As I've been getting into embedded systems I've noticed that some projects (Arch Arm and OpenBSD for example) frown upon cross compiling. What is the reasoning for this? Is a cross-compiled binary somehow different from a natively compiled one?

OpenBSD suggests that building on the hardware ensures that the system is fully functional (and also self-hosting) and that makes complete sense. But do people actually develop and compile kernel drivers on the hardware they are developing for? It sounds very time consuming.

From OpenBSD FAQ:

"Cross-compiling tools are in the system, for use by developers bringing up a new platform. However, they are not maintained for general use."

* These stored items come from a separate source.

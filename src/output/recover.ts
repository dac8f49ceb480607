import { existsSync, readdirSync, readFileSync, renameSync, rmSync } from 'node:fs';
import { dirname, join } from 'node:path';
import { TEMPORARY_NAME } from './atomic.js';
import type { Journal } from './transaction.js';

/**
 * What a process killed outright (SIGKILL, power loss) can leave in a folder, and how the next run
 * into that folder cleans it before writing: temporaries `.qs-<pid>-<tag>.tmp|old|jtmp` whose
 * process no longer runs are removed, and a journal `.qs-<pid>-<tag>.jnl` of such a process means
 * its renames had begun with every file staged, so they are finished (roll forward, giving the
 * new set whole) before the journal, its copies in other folders and the kept old copies are removed.
 */
export function recoverFolder(folder: string): void {
  let names: string[];
  try {
    names = readdirSync(folder);
  } catch {
    return;
  }
  // A journal of the parent folder (batch: DIR for DIR/<record>/) may name staged files here.
  if (dirname(folder) !== folder) rollForwardIn(dirname(folder), staleNames(dirname(folder)));
  rollForwardIn(folder, names);
  for (const name of staleNames(folder, names).filter((n) => !n.endsWith('.jnl')))
    rmSync(join(folder, name), { force: true });
}

function staleNames(folder: string, names?: string[]): string[] {
  let all = names;
  if (all === undefined) {
    try {
      all = readdirSync(folder);
    } catch {
      return [];
    }
  }
  return all.filter((name) => {
    const match = TEMPORARY_NAME.exec(name);
    return match !== null && !isRunning(Number.parseInt(match[1], 36));
  });
}

function rollForwardIn(folder: string, names: string[]): void {
  for (const name of staleNames(folder, names).filter((n) => n.endsWith('.jnl')))
    rollForward(join(folder, name));
}

function rollForward(journal: string): void {
  let entries: Journal['entries'];
  let journals: string[];
  try {
    const parsed = JSON.parse(readFileSync(journal, 'utf8')) as Journal;
    entries = parsed.entries;
    journals = parsed.journals ?? [journal];
  } catch {
    // A journal is written atomically; one that does not parse is not ours. Leave it.
    return;
  }
  for (const entry of entries) {
    if (existsSync(entry.temporary)) renameSync(entry.temporary, entry.final);
  }
  for (const copy of new Set([journal, ...journals])) rmSync(copy, { force: true });
  for (const entry of entries) if (entry.backup !== undefined) rmSync(entry.backup, { force: true });
}

/** Whether a process with this id runs (one of another user's counts as running). */
function isRunning(pid: number): boolean {
  if (pid === process.pid) return true;
  try {
    process.kill(pid, 0);
    return true;
  } catch (error) {
    return (error as NodeJS.ErrnoException).code === 'EPERM';
  }
}
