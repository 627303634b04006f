"""A supply current limit above what the thinnest wire it powers should carry is warned of by
``rig check``, from the unit file's wires and from a harness step's wire list.

Before this, only the station's caps stood between a step's current limit and a thin wire.
"""

from __future__ import annotations

import re
import shutil
from pathlib import Path

import pytest
from bench_helpers import SEQUENCES
from doc_blocks import ROOT
from offline_station import DEMO_FIXTURE, offline_station_text

from rig.cli import main
from rig.models.copper import awg_area_mm2
from rig.models.wire_current import continuous_current_a

HANDBOOK_AWG_A = {16: "3.7", 18: "2.3", 20: "1.5", 22: "0.92", 24: "0.577"}
"""The power-transmission column of the AWG table printed in electronics handbooks (700
circular mils per ampere), in A, to the figures the table gives: checked against two published
copies of such a table (December 2026; one gives 24 AWG as 0.58)."""

IEC_60335_1_TABLE_11_A = {0.5: 3.0, 0.75: 6.0, 1.0: 10.0, 1.5: 16.0, 2.5: 25.0, 4.0: 32.0}
"""The most current an appliance supply cord of each cross-section (mm²) may be rated for,
IEC 60335-1 table 11: from memory."""


@pytest.mark.parametrize(("awg", "amps"), HANDBOOK_AWG_A.items())
def test_the_figure_is_the_handbook_power_transmission_column(awg: int, amps: str) -> None:
    # source: handbook AWG table, power-transmission column (checked), rounded as it is
    figures = len(amps.replace("0.", "").replace(".", ""))
    found = continuous_current_a(float(awg_area_mm2(float(awg))))
    assert float(f"{found:.{figures}g}") == float(amps)


@pytest.mark.parametrize(("area", "amps"), IEC_60335_1_TABLE_11_A.items())
def test_the_figure_stays_below_what_an_appliance_cord_may_carry(area: float, amps: float) -> None:
    # source: IEC 60335-1 table 11 (from memory): conservative means below it at every size
    assert continuous_current_a(area) < amps


def write_station(folder: Path, fixture: Path) -> Path:
    station = folder / "station.toml"
    station.write_text(offline_station_text("wires", fixture, folder / "data"), encoding="utf-8")
    return station


def powered_step(pos: str, neg: str, limit: str) -> str:
    return f"""
[[steps]]
id = "draw"
kind = "supply-current"
supply = {{ pos = "{pos}", neg = "{neg}", voltage = "5 V", limit = "{limit}" }}
low = "4 mA"
high = "12 mA"
"""


def check_warnings(capsys: pytest.CaptureFixture[str], *args: Path | str) -> list[str]:
    capsys.readouterr()
    assert main(["check", *(str(a) for a in args)]) == 0
    return [
        line for line in capsys.readouterr().out.splitlines() if "conservative continuous" in line
    ]


@pytest.mark.parametrize(("limit", "warned"), [("2 A", True), ("1.4 A", False)])
def test_a_limit_above_the_unit_files_thinnest_powered_wire_is_warned_of(
    limit: str, warned: bool, tmp_path: Path, capsys: pytest.CaptureFixture[str]
) -> None:
    # the shipped pressure circuit feeds P_5V and P_GND through 20 AWG wires: 1.46 A (handbook
    # power-transmission column 1.5 A)
    sequence = tmp_path / "powered.toml"
    sequence.write_text(
        '[sequence]\nname = "powered"\n' + powered_step("P_5V", "P_GND", limit), encoding="utf-8"
    )
    station = write_station(tmp_path, DEMO_FIXTURE)
    unit = SEQUENCES / "units" / "pressure-circuit.toml"
    found = check_warnings(capsys, sequence, "--station", station, "--unit", unit)
    if not warned:
        assert found == []
        return
    assert len(found) == 1
    assert f"{sequence}:7 [steps[0].supply.limit]: step draw:" in found[0]
    assert "current limit 2 A is above 1.46 A" in found[0]
    assert "wire supply (20 AWG, pressure-circuit.toml [wires.supply])" in found[0]
    assert "cable maker's data, local codes and licensed practice" in found[0]
    shown = (ROOT / "docs" / "sequence-file.md").read_text("utf-8")
    assert found[0].replace(str(sequence), sequence.name) in shown.splitlines()
    assert check_warnings(capsys, sequence, "--station", station) == []  # no wires known


def harness_with_supply(folder: Path, limit: str) -> tuple[Path, Path]:
    """The shipped invented harness, its fixture given supply relays on J1-9 (+) and J1-10
    (-), and a powered step after its proof: the sequence and a station for it."""
    for name in ("harness-proof.toml", "wire-list.csv", "fixture.toml"):
        shutil.copy(SEQUENCES / "harness" / name, folder / name)
    fixture = folder / "fixture.toml"
    text = fixture.read_text("utf-8").replace("relay_count = 100", "relay_count = 200")
    for pin, key, relay in (("J1-9", "supply_pos", 150), ("J1-10", "supply_neg", 151)):
        text, found = re.subn(rf'(\[pins\."{pin}"\]\n)', rf"\g<1>{key} = {relay}\n", text, count=1)
        assert found == 1
    fixture.write_text(text, encoding="utf-8")
    sequence = folder / "harness-proof.toml"
    with sequence.open("a", encoding="utf-8") as file:
        file.write(powered_step("J1-9", "J1-10", limit))
    return sequence, write_station(folder, fixture)


@pytest.mark.parametrize(("limit", "warned"), [("1.5 A", True), ("1.3 A", False)])
def test_a_limit_above_the_wire_lists_thinnest_powered_wire_is_warned_of(
    limit: str, warned: bool, tmp_path: Path, capsys: pytest.CaptureFixture[str]
) -> None:
    # J1-9 is on net SENSOR_FEED (W9, 0.5 mm2: 1.41 A), J1-10 on GROUND (down to W10c, 0.75
    # mm2: 2.12 A); 0.5 mm2 is 986.8 circular mils, / 700 (handbook rule)
    sequence, station = harness_with_supply(tmp_path, limit)
    found = check_warnings(capsys, sequence, "--station", station)
    if not warned:
        assert found == []
        return
    assert len(found) == 1
    assert "current limit 1.5 A is above 1.41 A" in found[0]
    assert "wire W9 (0.5 mm2, wire-list.csv line " in found[0]
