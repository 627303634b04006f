"""The statistics' SQL on a real PostgreSQL server: the demo's runs sent to the server give the
same yield, Pareto and capability figures as the station's own SQLite file."""

from __future__ import annotations

import math
from pathlib import Path

import pytest

from rig.demo import CASES, run_demo
from rig.stats.filters import make_filter
from rig.stats.from_store import shop_stats
from rig.store import ResultStore
from rig.store_postgres import open_postgres
from rig.store_sync import sync

pytestmark = pytest.mark.postgres


def same(a: object, b: object) -> bool:
    """Equal data; floats to 1e-6: the engines add up in their own order, and a variance from
    sums carries a relative error near 1e-16 x ((mean - limit) / std)^2 (a drop step: ~1e-8)."""
    if isinstance(a, float) and isinstance(b, float):
        return (math.isnan(a) and math.isnan(b)) or math.isclose(a, b, rel_tol=1e-6, abs_tol=1e-12)
    if isinstance(a, dict) and isinstance(b, dict):
        return a.keys() == b.keys() and all(same(a[k], b[k]) for k in a)
    if isinstance(a, list) and isinstance(b, list):
        return len(a) == len(b) and all(same(x, y) for x, y in zip(a, b, strict=True))
    return a == b


def test_stats_agree_between_sqlite_and_postgresql(tmp_path: Path, pg_database: str) -> None:
    store_path, _ = run_demo(tmp_path / "demo", cases=CASES)
    local = ResultStore(store_path)
    remote = open_postgres(pg_database)
    try:
        assert sync(local, remote).sent == 10
        for where in (
            make_filter(),
            make_filter(serial_prefix="HAR-"),
            make_filter(sequence="pressure-circuit-check", until="2999-12-31"),
        ):
            mine, theirs = shop_stats(local, where).to_dict(), shop_stats(remote, where).to_dict()
            assert mine["runs"] > 0
            assert same(mine, theirs), (mine, theirs)
    finally:
        local.close()
        remote.close()
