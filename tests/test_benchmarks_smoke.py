"""A quick smoke run of every benchmark: it runs, prints a table and ends with one JSON object.

The figures themselves are not asserted (speed is not a pass/fail test); only that the script
works and reports the keys the README lists.
"""

from __future__ import annotations

import json
import subprocess
import sys
from pathlib import Path

import pytest

BENCHMARKS = Path(__file__).resolve().parent / "benchmarks"
EXPECTED_KEYS = {
    "solver.py": {"solve_300_ms", "batch_10k_s", "read_roundtrip_ms"},
    "coverage.py": {"faults", "seconds"},
    "diagnosis.py": {"cases", "top1_pct", "top3_pct", "median_ms"},
    "montecarlo.py": {"samples_per_s"},
    "stats.py": {"readings", "stats_s", "stats_filtered_s"},
    "throughput.py": {"repetitions", "wall_over_limit_max", "script_over_rig_min"},
    "handwritten_script.py": {"readings", "relay_ops", "wall_ms"},
    "scale.py": {"check_us_per_step_max", "engine_cpu_ms_per_step_max"},
    "console_keys.py": {"key_ms_median", "key_ms_max", "keys_during_reading", "run_s"},
}


HELPERS = {"controller_process.py", "host_tuning.py"}
"""Not benchmarks: used by one (throughput.py runs the controller's side through the first and
sets the host up for timing with the second)."""


@pytest.mark.parametrize(
    "script", sorted(p.name for p in BENCHMARKS.glob("*.py") if p.name not in HELPERS)
)
def test_benchmark_smoke(script: str) -> None:
    done = subprocess.run(
        [sys.executable, str(BENCHMARKS / script), "--quick"],
        capture_output=True,
        text=True,
        timeout=120,
        check=False,
    )
    assert done.returncode == 0, done.stderr
    lines = done.stdout.strip().splitlines()
    assert len(lines) >= 2, "a table, then the JSON line"
    figures = json.loads(lines[-1])
    missing = EXPECTED_KEYS.get(script, set()) - set(figures)
    assert not missing, f"{script} did not report {missing}"
    for key in EXPECTED_KEYS.get(script, set()):
        assert isinstance(figures[key], int | float) and figures[key] > 0
    if script == "throughput.py":  # the keys each workload must carry (issue #10's last line)
        wanted = {
            "name",
            "wall_over_limit",
            "script_over_rig",
            "relay_ops",
            "relay_ops_unordered",
            "overhead_ms_per_step",
        }
        names = [w["name"] for w in figures["workloads"]]
        assert names == ["sensor-screen", "harness", "generated-200"]
        assert all(wanted <= set(w) for w in figures["workloads"])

I'll see if I can hunt down the IRC log where a developer from ArchLinux Arm told me that they don't cross compile, though they seem to have updated their info on cross-compiling with DistCC: http://archlinuxarm.org/developers/distcc-cross-compiling

  • Perhaps they are being lazy and dont want to support it?
    – old_timer
    Commented Feb 24, 2014 at 15:02
  • Links to the "frown on"? Also is there a difference in license applied to statically linked libraries on the two systems?
    – user40980
    Commented Feb 24, 2014 at 15:10
  • Primarily a guess, but I think the OpenBSD developers also use the build process as a test to see if the target system is capable of running the OS and user programs with a reasonable user experience. Commented Feb 24, 2014 at 15:42
  • @BartvanIngenSchenau I think you're right about that, but do they do normal kernel development (drivers, etc) on the system itself or do they just build 'releases' on the actual hardware but develop with a cross toolchain? Commented Feb 24, 2014 at 16:21
  • I think cross-compiling is pretty standard in embedded systems. Sure, there are systems can can compile themselves, slowly, but I would say they are the exception. If you have references that say otherwise, please show them.
    – david.pfx
    Commented Mar 26, 2014 at 14:05

1 Answer 1


For projects like Arch Linux ARM and OpenBSD that are trying to build and maintain a complicated, interactive user environment, a strong preference for doing "native builds" (in OpenBSD terminology) forces developers to "eat their own dogfood" and minimizes the MxN problem of maintaining M code generators in N environments.

For an embedded systems project with one target environment and application code under the control of a small group of developers, that reasoning doesn't apply.